El cuchillo que había cercenado la garganta de Jarlan voló por los aires y se clavó en su hombro derecho. Trest dejó escapar un grito que sonó infantil y desvalido.

Durante su etapa cómo luchador había sufrido heridas por tajos de mandoble y demoledores golpes de maza, pero la sensación de tener seis pulgadas de acero alojadas en su cuerpo, sin intención de abandonarlo, era nueva para él. Constató que el dolor no era insoportable siempre y cuando no intentase mover el brazo; siempre y cuando no intentase mover ni un solo músculo. Sus reflejos impidieron que el cuchillo le atravesara el cuello pero tenía el brazo derecho inmovilizado, le temblaban las piernas y respiraba dolor. Aquellos tipos eran asesinos profesionales aunque ignoraba si nivel dos, tres o catorce.

Consciente de que iba a morir, decidió tomar la iniciativa. Cambió la espada de mano y pasó a sujetar el cuchillo con su derecha de modo testimonial. Reunió las fuerzas que le quedaban y efectuó un barrido desde arriba en dirección a la cabeza del hombre corpulento que se aproximaba sonriente.

El golpe era técnicamente perfecto pero extremadamente lento y con su brazo débil. El asaltante irguió la hoja de su espada y bloqueó sin dificultad el ataque; se abalanzó sobre Trest, lo arrolló con el hombro y estrelló su cuerpo contra la pared. Sin disminuir la presión sobre el debilitado guardaespaldas lo obligó a soltar el cuchillo y le propinó un tremendo puñetazo en el oído. El chico perdió el conocimiento y se desplomó sobre el suelo. El asesino sonrió con crueldad, blandió su acero con ambas manos y le atravesó el tórax de una estocada.
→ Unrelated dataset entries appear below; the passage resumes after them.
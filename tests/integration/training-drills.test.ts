import { afterAll, describe, expect, test } from "vitest";
import { AuditEvent, TrainingAttempt, TrainingDrill, TrainingPrediction } from "#models/index";
import { getDatabase } from "#server/db/database.server";
import type { DrillScript } from "#server/training/drills";
import { visibleText } from "../support/html";
import { createdId, makeTrainingTeam, type TrainingTeam } from "../support/training-team";

// Drills (issue 12, point 4; docs/decisions/016, "Drills"): trainers manage them (403 for
// anyone else), everyone takes them, other trainees' attempts are a 404, and a sandbox edit that
// makes the model invalid is said beside its field with nothing saved.

const sequelize = getDatabase();
afterAll(() => sequelize.close());

const words = (html: string) => visibleText(html).replace(/\s+/g, " ");

async function scenarioFrom(team: TrainingTeam, example: string): Promise<string> {
  const trainer = await team.members.reviewer.client();
  return createdId(await trainer.post(`${team.training}/scenarios/new`, { intent: "create", title: `Scenario ${example}`, summary: "", source: "example", example }), "scenarios");
}

/** A repair drill on the rule-order example: two goals, and the trainer's answer (the drop moved below the operations centre's allow). */
async function fixDrill(team: TrainingTeam): Promise<string> {
  const trainer = await team.members.reviewer.client();
  const scenarioId = await scenarioFrom(team, "rule-order");
  const drillId = createdId(await trainer.post(`${team.training}/drills/new`, { title: "Let the operations centre in", introduction: "Only the **operations centre**.", scenarioId, kind: "fix", seed: "", count: "" }), "drills");
  const edit = `${team.training}/drills/${drillId}/edit`;
  const goal = { intent: "add-goal", interface: "outside", service: "https", to: "", when: "all-week" };
  expect((await trainer.post(edit, { ...goal, version: "1", from: "192.0.2.70", expect: "login-mfa" })).status).toBe(302);
  expect((await trainer.post(edit, { ...goal, version: "2", from: "203.0.113.9", expect: "silent" })).status).toBe(302);
  const moved = await trainer.post(`${team.training}/drills/${drillId}/answer/model/rules`, { intent: "move-rule", ruleId: "drop-internet", to: "2", baseRevision: "3" });
  expect(moved.status, words(moved.text).slice(0, 300)).toBe(302);
  return drillId;
}

describe("Drills", () => {
  test("Only trainers manage drills (403 for others), audited in the change's transaction; every member may take one", async () => {
    const team = await makeTrainingTeam("drill-manage");
    const scenarioId = await scenarioFrom(team, "rule-order");
    for (const member of [team.members.trainee, team.members.engineer]) {
      const client = await member.client();
      expect((await client.get(`${team.training}/drills/new`)).status).toBe(403);
      expect((await client.post(`${team.training}/drills/new`, { title: "Not mine", scenarioId, kind: "predict", seed: "1", count: "4" })).status).toBe(403);
    }
    expect(await TrainingDrill.count({ where: { organisationId: team.organisationId } })).toBe(0);

    const trainer = await team.members.reviewer.client();
    const drillId = createdId(await trainer.post(`${team.training}/drills/new`, { title: "Call it", introduction: "", scenarioId, kind: "predict", seed: "5", count: "4" }), "drills");
    const trainee = await team.members.trainee.client();
    expect((await trainee.get(`${team.training}/drills/${drillId}/edit`)).status).toBe(403);
    expect((await trainee.post(`${team.training}/drills/${drillId}/edit`, { intent: "delete-drill" })).status).toBe(403);
    expect((await trainee.get(`${team.training}/drills/${drillId}`)).status).toBe(200);
    expect(words((await trainee.get(team.training)).text)).toContain("Call it");

    const saved = await trainer.post(`${team.training}/drills/${drillId}/edit`, { intent: "save-details", version: "1", title: "Call the outcome", introduction: "", seed: "6", count: "4" });
    expect(saved.status).toBe(302);
    expect((await trainer.post(`${team.training}/drills/${drillId}/edit`, { intent: "delete-drill" })).status).toBe(302);
    const actions = (await AuditEvent.findAll({ where: { organisationId: team.organisationId, targetId: drillId }, order: [["createdAt", "ASC"]] })).map((event) => event.action);
    expect(actions).toEqual(["training.drill-created", "training.drill-changed", "training.drill-deleted"]);
  });

  test("Bad input: a drill form and a goal keep what was typed with a message per field; a malformed id is a 400, another organisation's drill a 404", async () => {
    const team = await makeTrainingTeam("drill-bad");
    const trainer = await team.members.reviewer.client();
    const scenarioId = await scenarioFrom(team, "rule-order");
    const bad = await trainer.post(`${team.training}/drills/new`, { title: "Too many", introduction: "", scenarioId, kind: "predict", seed: "1", count: "500" });
    expect(bad.status).toBe(400);
    expect(words(bad.text)).toContain("Enter a number of probes from 1 to 50.");
    expect(bad.text).toContain('value="Too many"');
    expect((await trainer.post(`${team.training}/drills/new`, { title: "No kind", introduction: "", scenarioId, kind: "vendor", seed: "1", count: "5" })).status).toBe(400);

    const drillId = createdId(await trainer.post(`${team.training}/drills/new`, { title: "Goals", introduction: "", scenarioId, kind: "fix", seed: "", count: "" }), "drills");
    const edit = `${team.training}/drills/${drillId}/edit`;
    const badGoal = await trainer.post(edit, { intent: "add-goal", version: "1", from: "not-an-address", interface: "outside", service: "https", to: "", when: "all-week", expect: "silent" });
    expect(badGoal.status).toBe(400);
    expect(words(badGoal.text)).toContain("Must be one IPv4 or IPv6 address.");
    expect(badGoal.text).toContain('value="not-an-address"');
    const noSuchInterface = await trainer.post(edit, { intent: "add-goal", version: "1", from: "192.0.2.9", interface: "nowhere", service: "https", to: "", when: "all-week", expect: "silent" });
    expect(noSuchInterface.status).toBe(400);
    expect((await TrainingDrill.findByPk(drillId, { rejectOnEmpty: true })).goals).toEqual([]);

    expect((await trainer.get(`${team.training}/drills/not-a-uuid`)).status).toBe(400);
    const elsewhere = await makeTrainingTeam("drill-bad-other");
    expect((await (await elsewhere.members.reviewer.client()).get(`${elsewhere.training}/drills/${drillId}`)).status).toBe(404);
  });

  test("A repair drill: an invalid sandbox edit is said beside its field and saves nothing; other trainees' attempts are a 404; it passes only when every goal holds", async () => {
    const team = await makeTrainingTeam("drill-fix");
    const drillId = await fixDrill(team);
    const trainee = await team.members.trainee.client();
    const attemptId = createdId(await trainee.post(`${team.training}/drills/${drillId}`, { intent: "start" }), "drills/attempts");
    const path = `${team.training}/drills/attempts/${attemptId}`;
    const sandbox = `${path}/model/rules`;
    const sandboxOf = async () => ((await TrainingAttempt.findByPk(attemptId, { rejectOnEmpty: true })).script as DrillScript & { kind: "fix" }).sandbox;

    // A rule naming an address object that does not exist: refused beside the sources, nothing saved.
    const before = JSON.stringify(await sandboxOf());
    const bad = await trainee.post(sandbox, { intent: "save-rule", id: "allow-partner", interface: "outside", sources: "partner-office", destinations: "any", services: "https", schedule: "all-week", action: "allow", enabled: "on", note: "", baseRevision: "1" });
    expect(bad.status).toBe(400);
    expect(visibleText(bad.text)).toContain("partner-office");
    expect(bad.text).toContain('value="allow-partner"');
    expect(JSON.stringify(await sandboxOf())).toBe(before);

    // Another member (no trainer) finds no such attempt, nor its sandbox.
    const other = await team.members.engineer.client();
    expect((await other.get(path)).status).toBe(404);
    expect((await other.get(sandbox)).status).toBe(404);
    expect((await other.post(path, { intent: "check-fix" })).status).toBe(404);
    expect((await other.post(sandbox, { intent: "delete-rule", ruleId: "drop-internet", baseRevision: "1" })).status).toBe(404);
    // The trainer reads it but does not answer for the trainee.
    const trainer = await team.members.reviewer.client();
    expect((await trainer.get(path)).status).toBe(200);
    expect((await trainer.post(path, { intent: "check-fix" })).status).toBe(403);

    // An incomplete fix: deleting the drop lets the operations centre in and the whole internet to the login page.
    expect((await trainee.post(sandbox, { intent: "delete-rule", ruleId: "drop-internet", baseRevision: "1" })).status).toBe(302);
    expect((await trainee.post(path, { intent: "check-fix" })).status).toBe(302);
    let page = words((await trainee.get(path)).text);
    expect(page).toContain("Not yet: 1 of 2 goals do not hold");
    expect(page).not.toContain("Pass: every goal holds");
    let attempt = await TrainingAttempt.findByPk(attemptId, { rejectOnEmpty: true });
    expect([attempt.points, attempt.possible, attempt.finishedAt]).toEqual([1, 3, null]);

    // The right fix: put the drop back below the operations centre's allow.
    const restored = await trainee.post(sandbox, { intent: "save-rule", id: "drop-internet", interface: "outside", sources: "any", destinations: "any", services: "any", schedule: "all-week", action: "deny", enabled: "on", note: "", position: "2", baseRevision: "1" });
    expect(restored.status, words(restored.text).slice(0, 300)).toBe(302);
    expect((await trainee.post(path, { intent: "check-fix" })).status).toBe(302);
    page = words((await trainee.get(path)).text);
    expect(page).toContain("Pass: every goal holds");
    attempt = await TrainingAttempt.findByPk(attemptId, { rejectOnEmpty: true });
    expect(attempt.points).toBe(attempt.possible);
    expect(attempt.finishedAt).not.toBeNull();
    expect(attempt.lastActivityAt.getTime()).toBeGreaterThanOrEqual(attempt.startedAt.getTime());
    // Finished: no more edits.
    expect((await trainee.post(path, { intent: "check-fix" })).status).toBe(409);
  });

  test("A predict drill records each answer with trace()'s answer and the layer, so progress reads wrong layers like a lesson's", async () => {
    const team = await makeTrainingTeam("drill-predict");
    const trainer = await team.members.reviewer.client();
    const scenarioId = await scenarioFrom(team, "login-sources");
    const drillId = createdId(await trainer.post(`${team.training}/drills/new`, { title: "Call three", introduction: "", scenarioId, kind: "predict", seed: "3", count: "3" }), "drills");
    const trainee = await team.members.trainee.client();
    const attemptId = createdId(await trainee.post(`${team.training}/drills/${drillId}`, { intent: "start" }), "drills/attempts");
    const path = `${team.training}/drills/attempts/${attemptId}`;
    const script = (await TrainingAttempt.findByPk(attemptId, { rejectOnEmpty: true })).script as DrillScript & { kind: "predict" };
    expect(script.probes).toHaveLength(3);
    // Out of turn: refused.
    expect((await trainee.post(path, { intent: "predict", index: "1", outcome: "silent", layer: "arrival" })).status).toBe(409);
    for (const [index, probe] of script.probes.entries()) {
      // Every answer right but the first probe's layer.
      const layer = index === 0 ? (probe.expected.decidingLayer === "arrival" ? "second-factor" : "arrival") : probe.expected.decidingLayer;
      expect((await trainee.post(path, { intent: "predict", index: String(index), outcome: probe.expected.outcome, layer })).status).toBe(302);
    }
    const attempt = await TrainingAttempt.findByPk(attemptId, { rejectOnEmpty: true });
    expect([attempt.points, attempt.possible]).toEqual([5, 6]);
    expect(attempt.finishedAt).not.toBeNull();
    const wrong = await TrainingPrediction.findAll({ where: { attemptId }, order: [["position", "ASC"]] });
    expect(wrong.filter((row) => row.points < row.possible).map((row) => row.layer)).toEqual([script.probes[0].expected.decidingLayer]);
    expect(words((await trainer.get(`${team.training}/drills/${drillId}`)).text)).toContain("5 of 6");
  });
});
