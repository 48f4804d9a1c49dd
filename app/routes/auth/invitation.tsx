import { data, Form, Link, redirect, useNavigation } from "react-router";
import type { Route } from "./+types/invitation";
import { serializeFlash } from "#server/auth/flash.server";
import { findPasswordProblem, PASSWORD_MIN_LENGTH } from "#server/auth/password-rules";
import { startSession } from "#server/auth/session.server";
import { signedInOf } from "#server/auth/guard.server";
import { fieldErrorsOf, formValues, invalidForm, readForm } from "#server/http/form.server";
import { InvitationSignUpSchema } from "#server/http/schemas";
import { acceptInvitation, findOpenInvitation } from "#server/services/members.server";
import { createUser } from "#server/services/users.server";
import { Button, ButtonLink } from "#app/components/ui/button";
import { FormError, TextField } from "#app/components/ui/field";
import { clientAddressOf } from "#server/http/request-context.server";
import { refusedForm } from "#server/http/refusals.server";

export const meta: Route.MetaFunction = () => [{ title: "Invitation · Sallyport" }];

const CLOSED = "This invitation has expired, was revoked, or was used already. Ask the person who invited you for a new one.";

export async function loader({ params, context }: Route.LoaderArgs) {
  const open = await findOpenInvitation(params.token);
  if (!open) throw data({ message: CLOSED }, { status: 404 });
  const signedIn = signedInOf(context);
  return {
    organisationName: open.organisationName,
    email: open.invitation.email,
    role: open.invitation.role,
    hasAccount: Boolean(open.existingUser),
    signedInAs: signedIn?.user.email ?? null,
  };
}

export async function action({ request, params, context }: Route.ActionArgs) {
  const values = formValues(await readForm(request));
  const open = await findOpenInvitation(params.token);
  if (!open) return invalidForm({ form: CLOSED }, values, 404);
  const signedIn = signedInOf(context);
  try {
    if (signedIn) {
      const slug = await acceptInvitation(open, signedIn.user, clientAddressOf(context));
      throw redirect(`/o/${slug}`, { headers: { "Set-Cookie": await serializeFlash({ kind: "success", message: `You joined ${open.organisationName}.` }) } });
    }
    if (open.existingUser) return invalidForm({ form: "Sign in first, then open the link again." }, values, 401);
    const parsed = InvitationSignUpSchema.safeParse(values);
    if (!parsed.success) return invalidForm(fieldErrorsOf(parsed.error), values);
    const problem = findPasswordProblem(parsed.data.password, { email: open.invitation.email, name: parsed.data.name });
    if (problem) return invalidForm({ password: problem }, values);
    const user = await createUser({ email: open.invitation.email, name: parsed.data.name, password: parsed.data.password });
    const slug = await acceptInvitation(open, user, clientAddressOf(context));
    const headers = new Headers();
    headers.append("Set-Cookie", await startSession(request, user.id, clientAddressOf(context)));
    headers.append("Set-Cookie", await serializeFlash({ kind: "success", message: `Welcome to ${open.organisationName}.` }));
    throw redirect(`/o/${slug}`, { headers });
  } catch (error) {
    return refusedForm(error, values);
  }
}

export default function InvitationPage({ loaderData, actionData, params }: Route.ComponentProps) {
  const navigation = useNavigation();
  const errors: Record<string, string> = actionData?.errors ?? {};
  const values: Record<string, string> = actionData?.values ?? {};
  const { organisationName, email, role, hasAccount, signedInAs } = loaderData;
  return (
    <>
      <h1 className="text-display">Join {organisationName}</h1>
      <p className="mt-2 text-sm text-ink-muted">
        You are invited as <strong className="text-ink">{role}</strong>, for {email}.
      </p>
      <div className="mt-8 space-y-5">
        <FormError message={errors.form} />
        {signedInAs ? (
          signedInAs === email ? (
            <Form method="post">
              <Button type="submit" className="w-full" disabled={navigation.state === "submitting"}>
                Accept and join
              </Button>
            </Form>
          ) : (
            <p className="text-sm text-ink-muted">
              You are signed in as {signedInAs}. This invitation is for {email}: sign out, then open the link again.
            </p>
          )
        ) : hasAccount ? (
          <ButtonLink to={`/login?redirectTo=${encodeURIComponent(`/invitations/${params.token}`)}`} className="w-full">
            Sign in to accept
          </ButtonLink>
        ) : (
          <Form method="post" className="space-y-5" noValidate>
            <TextField label="Your name" name="name" autoComplete="name" required maxLength={100} defaultValue={values.name} error={errors.name} />
            <input type="text" name="username" autoComplete="username" value={email} readOnly hidden />
            <TextField label="Choose a password" name="password" type="password" autoComplete="new-password" required minLength={PASSWORD_MIN_LENGTH} error={errors.password} hint={`At least ${PASSWORD_MIN_LENGTH} characters.`} />
            <Button type="submit" className="w-full" disabled={navigation.state === "submitting"}>
              Create account and join
            </Button>
          </Form>
        )}
        <p className="text-sm">
          <Link to="/" className="text-ink-muted underline underline-offset-4 hover:text-ink">
            Not now
          </Link>
        </p>
      </div>
    </>
  );
}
En el piso de arriba, Willia seguía azotando el trasero de Lóther. Últimamente la mandaba llamar con frecuencia y la prostituta estaba encantada. Le pagaba grandes sumas y lo único que tenía que hacer era pegarle con aquella fusta hasta que dijera basta. Después la penetraba y se corría en apenas unos segundos para de inmediato dejar caer toda su humanidad sobre la cama, extasiado y feliz.

Cada latigazo era para ella un desahogo indescriptible. Imaginaba que el culo de Lóther era todo aquello que aborrecía y la había hecho sufrir a lo largo de sus veinticinco años como prostituta. La lista era larga y podía estar toda la noche flagelando con saña aquel trasero.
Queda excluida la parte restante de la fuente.